El polvo tapiza las aceras agrietadas de una localidad abandonada en el tiempo. Hojas marchitas se levantan de la superficie en una danza arrítmica con el viento, cuyo silbido es el único sonido perceptible que interrumpe un silencio sepulcral. Mientras un inesperado y posiblemente imaginario ciclista atraviesa el empedrado de la avenida que desemboca a la plaza principal, en las calles aledañas sólo quedan las casas de adobe y sus ventanas con barrotes oxidados, el eco de la campana parroquial al caer la tarde y el zumbido de las moscas alrededor de un perro que camina cansado hacia ningún lugar. No queda nadie. Donde antes caminaron hombres y mujeres en el tránsito cotidiano de una apaciguada vida provincial, hoy sus huellas han sido borradas por la ausencia, desde el primer momento en el que, desamparados y abandonados a su propia suerte, se vieron forzados a migrar.

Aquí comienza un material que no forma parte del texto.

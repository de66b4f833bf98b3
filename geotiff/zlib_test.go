package geotiff

import (
	"bytes"
	stdzlib "compress/zlib"
	"io"
	"math/rand/v2"
	"testing"

	"github.com/klauspost/compress/zlib"
)

// TestZlibEncoderIsZlib: at every level the encoder writes byte for byte
// what klauspost/compress's zlib writer writes, and the standard library's
// zlib reader (compress/zlib, which checks the header and the Adler-32,
// RFC 1950) gives the raw bytes back, on noise, on a smooth ramp, on one
// value and on nothing.
func TestZlibEncoderIsZlib(t *testing.T) {
	r := rand.New(rand.NewPCG(3, 4))
	raws := [][]byte{make([]byte, 65536), make([]byte, 65536), make([]byte, 1000), nil}
	for i := range raws[0] {
		raws[0][i] = byte(r.Uint32())
		raws[1][i] = byte(i / 300)
	}
	for level := zlib.BestSpeed; level <= zlib.BestCompression; level++ {
		z, err := newZlibEncoder(level)
		if err != nil {
			t.Fatal(err)
		}
		for k, raw := range raws {
			got, err := z.encode(raw)
			if err != nil {
				t.Fatal(err)
			}
			var want bytes.Buffer
			ref, _ := zlib.NewWriterLevel(&want, level)
			ref.Write(raw)
			ref.Close()
			if !bytes.Equal(got, want.Bytes()) {
				t.Errorf("level %d, raw %d: %d bytes, the zlib writer %d", level, k, len(got), want.Len())
			}
			zr, err := stdzlib.NewReader(bytes.NewReader(got))
			if err != nil {
				t.Fatalf("level %d, raw %d: %v", level, k, err)
			}
			back, err := io.ReadAll(zr)
			if err != nil || !bytes.Equal(back, raw) {
				t.Errorf("level %d, raw %d: read back %d bytes, %v", level, k, len(back), err)
			}
		}
	}
}
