package geotiff

import (
	"fmt"
	"time"

	"drygrid/internal/pool"

	"github.com/klauspost/compress/zlib"
)

// Options controls the GeoTIFF writer. The zero value is usable: every
// field left at zero takes the default that DefaultOptions documents,
// except Overviews, which is false in the zero value.
type Options struct {
	// TileSize is the tile width and height in pixels; 256 when 0. It must be
	// a multiple of 16 (TIFF 6.0 section 15) and at most 4096.
	TileSize int
	// Level is the DEFLATE level, 1 (fastest) to 9 (smallest); 0 means
	// DefaultLevel.
	Level int
	// Overviews adds internal overviews, halving until the smallest fits in
	// 512 x 512, in the Cloud Optimized GeoTIFF layout (OGC 21-026).
	Overviews bool
	// Workers is the number of goroutines compressing tiles; 0 means
	// runtime.GOMAXPROCS(0). The output bytes do not depend on it.
	Workers int
	// BigTIFF: 0 writes BigTIFF only when a classic TIFF would pass 4 GiB,
	// 1 always writes BigTIFF, -1 never does (an error if it would be needed).
	BigTIFF int
	// Software is written as TIFFTAG_SOFTWARE (tag 305) when not empty.
	Software string
	// DateTime, when not zero, is written as TIFFTAG_DATETIME (tag 306,
	// "YYYY:MM:DD HH:MM:SS", TIFF 6.0 section 8), in the time's own zone:
	// the date the raster describes.
	DateTime time.Time
	// Description and Units, when not empty, are the band's description
	// and unit, written as GDAL_METADATA band items (roles description and
	// unittype), where GDAL reads them as the band description and unit
	// type.
	Description, Units string
	// BandsDescription, when not empty, is the description of band rasters
	// in place of Description. Band rasters get no unit: their values are
	// band codes.
	BandsDescription string
	// SpillDir, when not empty, is where the row encoders
	// (EncodeIndexRows, EncodeIndexBandsRows) keep the compressed
	// tiles beyond the first 32 MiB until the header can be written: a
	// temporary file, removed at the end, instead of memory. The
	// Write...Rows functions spill next to their output when it is empty.
	// The whole-raster encoders ignore it. The output bytes do not depend
	// on it.
	SpillDir string
	// Metadata items are written to the GDAL_METADATA tag (42112), in key
	// order, where gdalinfo lists them (for example a caution line).
	Metadata map[string]string
}

// DefaultLevel is the DEFLATE level used when Options.Level is 0:
// klauspost/compress level 2, a fast level. On the global benchmark field
// (BenchmarkEncodeIndexTIFFGlobal) it gives 18,988,349 bytes, 6.6 % more than
// gdal_translate -of COG with DEFLATE and predictor 3 (17,818,644; GDAL's
// default level 6 with libdeflate), at about a third of GDAL's CPU time.
// Level 1 is a little faster for 0.6 % more bytes (7.2 % over GDAL, too
// close to the 10 % bound); level 6 costs about 40 % more CPU for 4 % fewer.
// (An encoder of byte runs only was twice as fast but 7 % larger on this
// field, 14 % over GDAL: BENCHMARKS.md.)
const DefaultLevel = 2

// Caution is the caution line written into every GeoTIFF by
// DefaultOptions (GDAL_METADATA item CAUTION).
const Caution = "Interpolated estimate from station values, not an official drought declaration; " +
	"defer to the national meteorological or hydrological service and local rules."

// DefaultOptions is the writer's configuration for drygrid's layers:
// 256 x 256 tiles, DefaultLevel, internal overviews (Cloud Optimized),
// all cores, BigTIFF only when needed, Software "drygrid" and the caution.
func DefaultOptions() Options {
	return Options{
		TileSize:  256,
		Level:     DefaultLevel,
		Overviews: true,
		Software:  "drygrid",
		Metadata:  map[string]string{"CAUTION": Caution},
	}
}

// tiffNormalize fills defaults and checks the options.
func tiffNormalize(opt Options) (Options, error) {
	if opt.TileSize == 0 {
		opt.TileSize = 256
	}
	if opt.TileSize < 16 || opt.TileSize > 4096 || opt.TileSize%16 != 0 {
		return opt, fmt.Errorf("geotiff: tile size %d must be a multiple of 16 between 16 and 4096", opt.TileSize)
	}
	if opt.Level == 0 {
		opt.Level = DefaultLevel
	}
	if opt.Level < zlib.BestSpeed || opt.Level > zlib.BestCompression {
		return opt, fmt.Errorf("geotiff: deflate level %d must be between 1 and 9", opt.Level)
	}
	opt.Workers = pool.Workers(opt.Workers)
	if opt.BigTIFF < -1 || opt.BigTIFF > 1 {
		return opt, fmt.Errorf("geotiff: BigTIFF %d must be -1, 0 or 1", opt.BigTIFF)
	}
	return opt, nil
}
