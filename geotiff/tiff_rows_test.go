package geotiff

import (
	"bytes"
	"errors"
	"io"
	"math"
	"math/rand/v2"
	"os"
	"path/filepath"
	"slices"
	"strings"
	"testing"

	"drygrid/bands"
	"drygrid/grid"
)

// tiffRowsFrom serves the rows of r as a RowFunc and checks the call
// contract (row order, block size).
func tiffRowsFrom(t *testing.T, r *grid.Float32, tile int) RowFunc {
	next := 0
	return func(row0, n int, dst []float32) error {
		if row0 != next || n <= 0 || (n != tile && row0+n != r.Spec.Rows) || len(dst) != n*r.Spec.Cols {
			t.Errorf("produce(%d, %d, %d values): want rows from %d in blocks of %d", row0, n, len(dst), next, tile)
		}
		next = row0 + n
		copy(dst, r.Data[row0*r.Spec.Cols:(row0+n)*r.Spec.Cols])
		return nil
	}
}

// TestTIFFRowsSameBytes: the row encoders write byte for byte what
// EncodeIndex and EncodeBands write for the whole raster, so every
// GDAL check of those files (geotiff_test.go: gdalinfo, the COG validator,
// values read back by GDAL) holds for the streamed files too. The sizes
// give partial tiles, a partial last block, tile rows of overviews that end
// mid-block, and (8300 columns at tile 16) an overview factor of 32, larger
// than the tile.
func TestTIFFRowsSameBytes(t *testing.T) {
	s := bands.Default()
	cases := []struct {
		cols, rows, tile, workers int
		overviews                 bool
	}{
		{37, 23, 16, 1, true},
		{600, 530, 16, 3, true},
		{1100, 700, 32, 2, true},
		{8300, 40, 16, 2, true},
		{1030, 515, 256, 1, true},
		{300, 200, 16, 2, false},
	}
	for _, c := range cases {
		spec := grid.Spec{West: -30, North: 60, Res: 0.05, Cols: c.cols, Rows: c.rows}
		r := tiffTestField(spec)
		// Some NaN cells, which the writers store as no data.
		for i := 7; i < len(r.Data); i += 101 {
			r.Data[i] = float32(math.NaN())
		}
		opt := DefaultOptions()
		opt.TileSize, opt.Workers, opt.Overviews = c.tile, c.workers, c.overviews
		var wantI, wantB, gotI, gotB, gotI2 bytes.Buffer
		if err := EncodeIndex(&wantI, r, opt); err != nil {
			t.Fatal(err)
		}
		if err := EncodeBands(&wantB, tiffTestBands(r, s), s, opt); err != nil {
			t.Fatal(err)
		}
		if err := EncodeIndexBandsRows(&gotI, &gotB, spec, r.NoData, s, tiffRowsFrom(t, r, c.tile), opt); err != nil {
			t.Fatal(err)
		}
		if err := EncodeIndexRows(&gotI2, spec, r.NoData, tiffRowsFrom(t, r, c.tile), opt); err != nil {
			t.Fatal(err)
		}
		if !bytes.Equal(gotI.Bytes(), wantI.Bytes()) || !bytes.Equal(gotI2.Bytes(), wantI.Bytes()) {
			t.Errorf("%+v: streamed index file differs (%d, %d bytes, want %d)", c, gotI.Len(), gotI2.Len(), wantI.Len())
		}
		if !bytes.Equal(gotB.Bytes(), wantB.Bytes()) {
			t.Errorf("%+v: streamed band file differs (%d bytes, want %d)", c, gotB.Len(), wantB.Len())
		}
		// The same with the compressed tiles spilled to a temporary file,
		// which is gone afterwards: all of them, the second half of them,
		// or none (the default budget holds these small rasters).
		spill := t.TempDir()
		opt.SpillDir = spill
		def := tiffMemoryTiles
		for _, budget := range []int64{0, int64(wantI.Len()+wantB.Len()) / 2, def} {
			tiffMemoryTiles = budget
			gotI.Reset()
			gotB.Reset()
			rows, spilled := tiffRowsFrom(t, r, c.tile), false
			watch := func(row0, n int, dst []float32) error {
				if left, _ := os.ReadDir(spill); len(left) != 0 {
					spilled = true
				}
				return rows(row0, n, dst)
			}
			if err := EncodeIndexBandsRows(&gotI, &gotB, spec, r.NoData, s, watch, opt); err != nil {
				t.Fatal(err)
			}
			if !bytes.Equal(gotI.Bytes(), wantI.Bytes()) || !bytes.Equal(gotB.Bytes(), wantB.Bytes()) {
				t.Errorf("%+v, %d bytes in memory: spilled files differ", c, budget)
			}
			// The file is made once the tiles pass the budget; with two
			// blocks or more the first block's tiles are compressed while
			// the second is produced.
			if want := budget == 0 && spec.Rows > 2*c.tile; want && !spilled {
				t.Errorf("%+v, %d bytes in memory: no spill file seen", c, budget)
			}
			if budget == def && spilled {
				t.Errorf("%+v: spill file made within the budget", c)
			}
		}
		tiffMemoryTiles = def
		if left, _ := os.ReadDir(spill); len(left) != 0 {
			t.Errorf("%+v: spill file left behind: %v", c, left)
		}
	}
}

// TestTIFFRowsWriteFiles: WriteIndexBandsRows writes the files, the
// band sidecar included, that WriteIndex and WriteBands write, and
// leaves no spill file beside them.
func TestTIFFRowsWriteFiles(t *testing.T) {
	s := bands.Default()
	spec := grid.Spec{West: 100, North: -10, Res: 0.1, Cols: 700, Rows: 600}
	r := tiffTestField(spec)
	opt := DefaultOptions()
	want, got := t.TempDir(), t.TempDir()
	if err := WriteIndex(filepath.Join(want, "index.tif"), r, opt); err != nil {
		t.Fatal(err)
	}
	if err := WriteBands(filepath.Join(want, "bands.tif"), tiffTestBands(r, s), s, opt); err != nil {
		t.Fatal(err)
	}
	if err := WriteIndexBandsRows(filepath.Join(got, "index.tif"), filepath.Join(got, "bands.tif"), spec, r.NoData, s,
		tiffRowsFrom(t, r, opt.TileSize), opt); err != nil {
		t.Fatal(err)
	}
	if err := WriteIndexRows(filepath.Join(got, "index2.tif"), spec, r.NoData, tiffRowsFrom(t, r, opt.TileSize), opt); err != nil {
		t.Fatal(err)
	}
	files := map[string]string{"index.tif": "index.tif", "index2.tif": "index.tif", "bands.tif": "bands.tif",
		"bands.tif.aux.xml": "bands.tif.aux.xml"}
	for g, w := range files {
		a, err1 := os.ReadFile(filepath.Join(got, g))
		b, err2 := os.ReadFile(filepath.Join(want, w))
		if err1 != nil || err2 != nil || !bytes.Equal(a, b) {
			t.Errorf("%s: differs from %s (%v, %v)", g, w, err1, err2)
		}
	}
	if left, _ := os.ReadDir(got); len(left) != len(files) {
		t.Errorf("files left: %v", left)
	}
}

// TestTIFFRowsErrors: a producer error comes back with its rows named and
// stops the run; bad arguments are refused.
func TestTIFFRowsErrors(t *testing.T) {
	spec := grid.Spec{West: 0, North: 10, Res: 0.01, Cols: 700, Rows: 900}
	boom := errors.New("boom")
	calls := 0
	err := EncodeIndexBandsRows(&bytes.Buffer{}, &bytes.Buffer{}, spec, -9999, bands.Default(),
		func(row0, n int, dst []float32) error {
			calls++
			if row0 >= 512 {
				return boom
			}
			return nil
		}, DefaultOptions())
	if !errors.Is(err, boom) || !strings.Contains(err.Error(), "rows 512-767") {
		t.Errorf("producer error: got %v", err)
	}
	if calls != 3 {
		t.Errorf("producer called %d times after its error at the third block, want 3", calls)
	}
	ok := func(int, int, []float32) error { return nil }
	bad := []error{
		EncodeIndexBandsRows(nil, nil, spec, -9999, nil, ok, DefaultOptions()),
		EncodeIndexBandsRows(nil, &bytes.Buffer{}, spec, -9999, nil, ok, DefaultOptions()),
		EncodeIndexRows(&bytes.Buffer{}, spec, -9999, nil, DefaultOptions()),
		EncodeIndexRows(&bytes.Buffer{}, grid.Spec{Res: 1}, -9999, ok, DefaultOptions()),
		EncodeIndexRows(&bytes.Buffer{}, spec, -9999, ok, Options{TileSize: 17}),
		WriteIndexBandsRows("", "", spec, -9999, nil, ok, DefaultOptions()),
		EncodeIndexBandsRows(&bytes.Buffer{}, nil, spec, -9999, nil, ok, Options{OnBandRows: func(int, int, []uint8) {}}),
		WriteIndexBandsRows(filepath.Join(t.TempDir(), "i.tif"), "", spec, -9999, nil, ok, Options{OnBandRows: func(int, int, []uint8) {}}),
	}
	for i, err := range bad {
		if err == nil {
			t.Errorf("bad call %d: no error", i)
		}
	}
}

// TestTIFFClassifier: the classifier of the row encoders gives
// bands.Scheme.Classify's code for the cut points, their float64
// neighbours, infinities, NaN and random values, on the default scheme and
// on one with the other inclusivity at each cut.
func TestTIFFClassifier(t *testing.T) {
	inf := math.Inf(1)
	other := &bands.Scheme{Name: "other", Bands: []bands.Band{
		{Code: 3, Key: "a", Min: -inf, Max: -1, MaxInclusive: false, Color: "#000000"},
		{Code: 1, Key: "b", Min: -1, Max: 0.25, MinInclusive: true, MaxInclusive: true, Color: "#000000"},
		{Code: 7, Key: "c", Min: 0.25, Max: inf, Color: "#000000"},
	}}
	r := rand.New(rand.NewPCG(4, 4))
	for _, s := range []*bands.Scheme{bands.Default(), other} {
		zs := []float64{math.NaN(), inf, -inf, 0, math.Copysign(0, -1)}
		for _, b := range s.Bands {
			for _, x := range []float64{b.Min, b.Max} {
				zs = append(zs, x, math.Nextafter(x, inf), math.Nextafter(x, -inf),
					float64(math.Nextafter32(float32(x), float32(inf))), float64(math.Nextafter32(float32(x), -float32(inf))))
			}
		}
		for range 10000 {
			zs = append(zs, r.NormFloat64()*2)
		}
		c := newTiffClassifier(s)
		for _, z := range zs {
			if got, want := c.of(z), s.Classify(z); got != want {
				t.Errorf("%s: z = %v: code %d, Classify gives %d", s.Name, z, got, want)
			}
		}
		// classify, which tries the previous value's band first, on the
		// float32 values in the order given and sorted.
		f := make([]float32, 0, len(zs))
		for _, z := range zs {
			f = append(f, float32(z))
		}
		sorted := slices.Clone(f)
		slices.Sort(sorted)
		for _, src := range [][]float32{f, sorted} {
			got := make([]uint8, len(src))
			c.classify(src, -9999, got)
			for i, v := range src {
				want := s.Classify(float64(v))
				if v == -9999 {
					want = 0
				}
				if got[i] != want {
					t.Errorf("%s: classify %v: code %d, Classify gives %d", s.Name, v, got[i], want)
				}
			}
		}
	}
}

// TestTIFFRowsOnBandRows: the band codes handed to OnBandRows, block by
// block in row order, are the classification of the raster (as
// bands.Scheme.Classify gives it), also when only the index is written.
func TestTIFFRowsOnBandRows(t *testing.T) {
	s := bands.Default()
	spec := grid.Spec{West: 0, North: 50, Res: 0.1, Cols: 333, Rows: 300}
	r := tiffTestField(spec)
	want := tiffTestBands(r, s)
	for _, withBands := range []bool{false, true} {
		var got []uint8
		opt := DefaultOptions()
		opt.TileSize = 64
		opt.OnBandRows = func(row0, n int, codes []uint8) {
			if row0*spec.Cols != len(got) || len(codes) != n*spec.Cols {
				t.Errorf("OnBandRows(%d, %d, %d codes) out of order", row0, n, len(codes))
			}
			got = append(got, codes...)
		}
		var bands io.Writer
		if withBands {
			bands = &bytes.Buffer{}
		}
		if err := EncodeIndexBandsRows(&bytes.Buffer{}, bands, spec, r.NoData, s, tiffRowsFrom(t, r, 64), opt); err != nil {
			t.Fatal(err)
		}
		if !bytes.Equal(got, want.Data) {
			t.Errorf("bands written %v: codes from OnBandRows differ from the classification", withBands)
		}
	}
}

Desde hace ya varias décadas, el éxodo masivo de mexicanos que toman rumbo hacia Estados Unidos en busca de mayores ingresos y una mejor calidad de vida ha ocasionado que en muchas localidades del país se presenten alarmantes descensos en el número de pobladores. El realismo mágico de Rulfo cobra vida en sitios como Tuxtuac, Zacatecas, donde la escuela primaria tuvo que ser clausurada por el ausentismo y los cuatro niños que quedaban fueron obligados a trasladarse a otro pueblo cercano para continuar con sus estudios. El espíritu de Comala se replica también en Tacoaleche, hogar donde apenas ocho familias zacatecanas siguen viviendo en paupérrimas condiciones de escasez de servicios públicos básicos, como el suministro de electricidad, gas y agua potable.
Entre abril del 2014 y mayo del 2017, la población mexicana residente en los Estados Unidos se incrementó a un ritmo del 1.7 por ciento anual en promedio, lo que se traduce en cerca de 12 millones de compatriotas migrantes. Si bien las tasas de retorno han alcanzado cifras récord —debido a las crisis económicas y a la falta de oportunidades, también en territorio estadounidense—, quienes regresan a sus pueblos originarios son los menos. Las capitales y las grandes ciudades de la república crecen como yerba indomable y en la provincia los pequeños pueblos desaparecen paulatinamente de los mapas. Tal y como lo hizo Juan Preciado, quienes permanecen en estas localidades deambulan desesperados, entre la memoria de un pretérito lejano y la incertidumbre de un futuro inexistente.